Labor vows to tighten visa rules
Businesses using overseas labour or visiting students to top-up their workforces would face new rules including an “Australian jobs test” under proposals to unveiled by Opposition leader Bill Shorten last week.
In a sign the ALP is targeting concerns about high unemployment and falling apprenticeship rates, Mr Shorten outlined a suite of changes to overseas working visas.
It follows a sharp rise in underemployment, cases of worker exploitation involving university students and concerns about the range of 457 visa categories.

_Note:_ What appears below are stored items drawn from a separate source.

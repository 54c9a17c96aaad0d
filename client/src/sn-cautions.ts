import { LitElement, css, html } from 'lit';
import { CAUTIONS } from '../../shared-types/present.js';

/** What the results are and are not (the one text of shared-types/present.ts): shown under the results and in the printed report. */
export class SnCautions extends LitElement {
  static override styles = css`
    :host { display: block; }
    aside { border-left: 4px solid #d48a1a; background: #fbf5e8; padding: 6px 12px; font-size: 12.5px; color: #4a4030; }
    strong { color: #7a4f00; }
    ul { margin: 4px 0; padding-left: 18px; }
    @media print { aside { background: none; } }
  `;

  override render() {
    return html`<aside class="cautions" aria-label="Cautions">
      <strong>Cautions.</strong>
      <ul>
        ${CAUTIONS.map((c) => html`<li>${c}</li>`)}
      </ul>
    </aside>`;
  }
}

customElements.define('sn-cautions', SnCautions);

declare global {
  interface HTMLElementTagNameMap {
    'sn-cautions': SnCautions;
  }
}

Mr Shorten said more than one million people in Australia were on some form of work visa, even though there were parts of the country where unemployment was more than 10 per cent.
In WA, where unemployment is at 6.3 per cent, there are 12,733 457 primary visa workers.
Of those, 2180 are in construction and 1987 in food and hospitality. Mr Shorten said while there would always be a need for skilled overseas workers, it made no sense there were 651 jobs on the sponsored occupations list, including carpenters, cooks, early childhood educators and motor mechanics.
Under Labor’s plans, firms wanting to bring in workers would have to advertise in Australia for at least four weeks and there would be a ban on ads that only targeted overseas workers.
Opposition leader Bill Shorten said Labor would bring in tougher rules for overseas working visas.